【レポート】ELEKS:次世代SIがDXとデジタルビジネス・イノベーションを推進する

近年になってDX(デジタル・トランスフォーメーション)という言葉がやっと浸透を始めた日本に対し、既に欧米では実行フェーズが進んでいます。本プログラムは、従来型のオフショア開発の委託先としてではなく、価値創造のパートナーとして最先端を進むELEKSの開発スタイルやビジネスモデルを通して、日本企業に必要なマインドセット変革を学ぶことができました。 講師を務めたのはELEKSアドバイザーの田井 昭様、北米支部長のDave Pacanowsky様、R&D部長のYuryev Vitalii様。加えて日本企業の共同開発事例として、DBICメンバーの大日本印刷と野村総合研究所からもプレゼンテーションをしていただきました。本レポートでは講演内容を再構成してお伝えします。

SoRとSoEの両方に対応するビジネスパートナー

田井 昭様(ELEKSアドバイザー / 元コニカミノルタ執行役員 / IoT Link Labo 代表) 田井:ウクライナ発のグローバルIT企業、と言われても日本の皆さんには馴染みがないかもしれませんが、ウクライナは欧米では伝統的にオフショア開発の中心地であり、なかでもELEKSはアメリカのIT評価サービス「Clutch」で最高評価を受けています。 近年、従来型の企業内システム開発である「SoR(System of Record)」と、顧客との高速なエンゲージメントに注力した「SoE(System of Engagement)」という概念が流行りましたが、ELEKSは28年の歴史を通してその両方に対応しつつ、本質的な意味でのアジャイル開発を実行している稀有なIT企業です。 日本企業がやってきたオフショア開発は、要件定義したら開発は丸投げし、半年や一年後の納品を待つ、というスタイルが中心でした。一方、ELEKSはクライアントと共に課題に対するソリューションを考えて、アジャイル開発でどんどんPoCをつくっていきます。このスピード感のグローバルスタンダードを体感できるのが、日本企業がELEKSと組む最大のメリットのひとつでしょう。 スマホのアプリやクラウドサービス単体であれば、日本にも優秀な企業はたくさんあるでしょう。しかし、エンタープライズモデルでSoRからSoEまでワンストップでソリューションが提供できるIT企業は、なかなかありません。 更に、ELEKSならカメラやセンサーやモーターと言った日本企業が得意なデバイスコントロールや組込から、バックエンドシステムまでカバーできます。ELEKSは日本企業が協業し、共に成長できるビジネスパートナーなのです。

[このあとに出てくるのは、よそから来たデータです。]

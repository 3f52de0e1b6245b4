"""What a surface of facets consists of: planes, round surfaces with an axis, and the edges between them.

Facets in one plane make a patch. Patches that meet at less than SOFT belong to one round surface, unless one of them is
so much larger than its neighbours that it is a flat which runs tangent into a round. Every round surface that a turn
about some axis leaves as it is has that axis: cylinders, cones, tori, and what is made of them.
"""

from __future__ import annotations

from dataclasses import dataclass
from typing import TYPE_CHECKING, Final

import numpy as np

from core.arrays import frozen, settled
from core.mesh.curvature.surface import connected, patch_forms, survey

if TYPE_CHECKING:
    from core.arrays import BoolArray, FloatArray, IntArray
    from core.facets import Facets
    from core.mesh.curvature.surface import Surface

# rad: facets that turn by less across an edge may belong to one round surface.
SOFT: Final = float(np.radians(32))
# A patch is a flat, not a facet of a round, that is so many times as large as each of its soft neighbours, and as all
# of them together: the facets at the top of a torus make a ring in one plane that is not.
FLAT_TO_EACH: Final = 4.0
FLAT_TO_ALL: Final = 1.5
# Patches that it takes to show a round: one is a bevel, and through the edges of two there is always a circle.
FEWEST_PATCHES: Final = 3
# rad: a direction this near to an axis of the frame is that axis. Single precision in a file loses about as much.
SAME_WAY: Final = 1e-6
# Cosine of the largest angle between the normals of one plane: chains of nearly coplanar facets may bend further.
PLANE: Final = float(np.cos(np.radians(0.5)))
# Of the radius: how far corners may lie off the circle, or off the sphere, that is seen in them.
OFF_ROUND: Final = 1e-3
# Sine of the angle between a sphere's radius and the normal of its facet there.
OFF_RADIUS: Final = 0.1
# The mean square of normals along an axis: below the first there are none along it, above the second there are some.
NO_NORMALS: Final = 1e-5
SOME_NORMALS: Final = 1e-2
# The same of normals' lines that meet an axis, and of those that miss it.
MEETING: Final = 1e-7
MISSING: Final = 1e-4
# The largest planes and rounds, and the longest straight edges, that are told apart.
MOST_PLANES: Final = 40
MOST_ROUNDS: Final = 24
MOST_EDGES: Final = 48


@dataclass(frozen=True, eq=False)
class Region:
    """A plane or a round surface.

    Attributes:
        is_plane: whether it is a plane.
        area: m².
        point: (3,) m, the centroid of a plane; on the axis of a round in the middle of its length.
        direction: (3,) unit, the outward normal of a plane; along the axis of a round, pointing up.
        facets: (k,) the facets that it consists of.
        edges: (e, 2, 3) m, its outline.
    """

    is_plane: bool
    area: float
    point: FloatArray
    direction: FloatArray
    facets: IntArray
    edges: FloatArray


@dataclass(frozen=True, eq=False)
class Border:
    """Where two regions meet in a straight edge or in a circle.

    Attributes:
        regions: which two; of a circle the plane first.
        is_straight: a straight edge between planes; otherwise a circle where a round ends in a plane across its axis.
        point: (3,) m, the middle of a straight edge, the centre of a circle.
        direction: (3,) unit, along a straight edge, pointing up; the normal of the circle's plane.
        edges: (e, 2, 3) m.
    """

    regions: tuple[int, int]
    is_straight: bool
    point: FloatArray
    direction: FloatArray
    edges: FloatArray


@dataclass(frozen=True, eq=False)
class Regions:
    """The largest regions of a surface and the borders between them; size is the largest coordinate, m."""

    regions: tuple[Region, ...]
    borders: tuple[Border, ...]
    size: float


def regions_of(facets: Facets) -> Regions:
    """Return the planes and rounds of a surface whose facets share their points, the largest first; m.

    About 3 s of processor time per million facets.
    """
    surface = survey(facets.points, facets.corners)
    flat, centroids = _flats(surface), patch_forms(surface).centroids
    owner = _owners(surface, flat)
    count = int(owner.max(initial=-1)) + 1
    area: FloatArray = np.bincount(owner[owner >= 0], surface.areas[owner >= 0], count).astype(np.float64)
    is_plane = np.zeros(count, dtype=bool)
    is_plane[owner[flat[surface.patches] & (owner >= 0)]] = True
    outline = _outline(surface, owner)
    regions: list[Region] = []
    numbers = np.full(count, -1)
    order, bounds = _side_by_side(owner, count)
    wanted = [*_largest(area, is_plane, MOST_PLANES), *_largest(area, ~is_plane, MOST_ROUNDS)]
    for number in wanted:
        members = order[bounds[number] : bounds[number + 1]]
        form = _plane(surface, members) if is_plane[number] else _round(surface, members, centroids)
        if form is not None:
            numbers[number] = len(regions)
            edges = _ends(surface, outline[owner[outline // 3] == number])
            regions.append(Region(bool(is_plane[number]), float(area[number]), *form, members, edges))
    borders = _borders(surface, outline, np.append(numbers, -1)[owner], regions)
    return Regions(tuple(regions), borders, surface.size)


def _owners(surface: Surface, flat: BoolArray) -> IntArray:
    """Return which plane or round each facet (m,) is of, where flat says which patches are planes; −1 without area."""
    one = np.flatnonzero(surface.mates >= 0)
    soft = one[(np.abs(surface.turns[one]) < SOFT) & ~surface.coplanar[one]]
    here, there = surface.patches[soft // 3], surface.patches[surface.mates[soft] // 3]
    both_round = ~flat[here] & ~flat[there]
    labels = connected(len(surface.flat), here[both_round], there[both_round])
    return np.where(surface.areas > 0, labels[surface.patches], -1)


def _flats(surface: Surface) -> BoolArray:
    """Return which patches (p,) are planes of their own rather than facets of a round."""
    count = len(surface.flat)
    area = np.bincount(surface.patches, surface.areas, count)
    rim = np.flatnonzero((surface.mates >= 0) & (np.abs(surface.turns) < SOFT) & ~surface.coplanar)
    here, there = surface.patches[rim // 3], surface.patches[surface.mates[rim] // 3]
    here, there = np.divmod(np.unique(here * count + there), count)
    largest = np.zeros(count)
    np.maximum.at(largest, here, area[there])
    flat = (area > FLAT_TO_EACH * largest) & (area > FLAT_TO_ALL * np.bincount(here, area[there], count))
    both_round = ~flat[here] & ~flat[there]
    labels = connected(count, here[both_round], there[both_round])
    return np.asarray(flat | (np.bincount(labels)[labels] < FEWEST_PATCHES))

ELEKSが他のソフトウェアベンダーと差別化できている点

Dave Pacanowsky様(ELEKS 北米支部長) Pacanowsky:ELEKSが他のソフトウェアベンダーと差別化できている最大の点は、優秀な専門人材を多数抱えている点と、多様な業種や技術における課題解決の経験値です。 企業のサイズ感としても、グローバルに高品質なサービスを提供できて、なおかつ個々の案件の細部まで目が行き届く規模を維持するように心がけています。 そしてもちろん、アジャイル開発による圧倒的なスピードには自信があります。これについてはアメリカの有名な投資家ウォーレン・バフェットの言葉を引用させてください。 ある日、バフェットが投資家から「どうしてシステム開発は利益を生むまでこんなに時間がかかるのか?」と質問されました。それに対して彼は「妊婦さんを9人集めたからと言って、出産までにかかる時間が1ヶ月に短縮されることはありません。絶対に9ヶ月かかるものなのです」と答えたそうです。 この例で言えば、ELEKSは4〜5ヶ月くらいまで短縮するお手伝いができます。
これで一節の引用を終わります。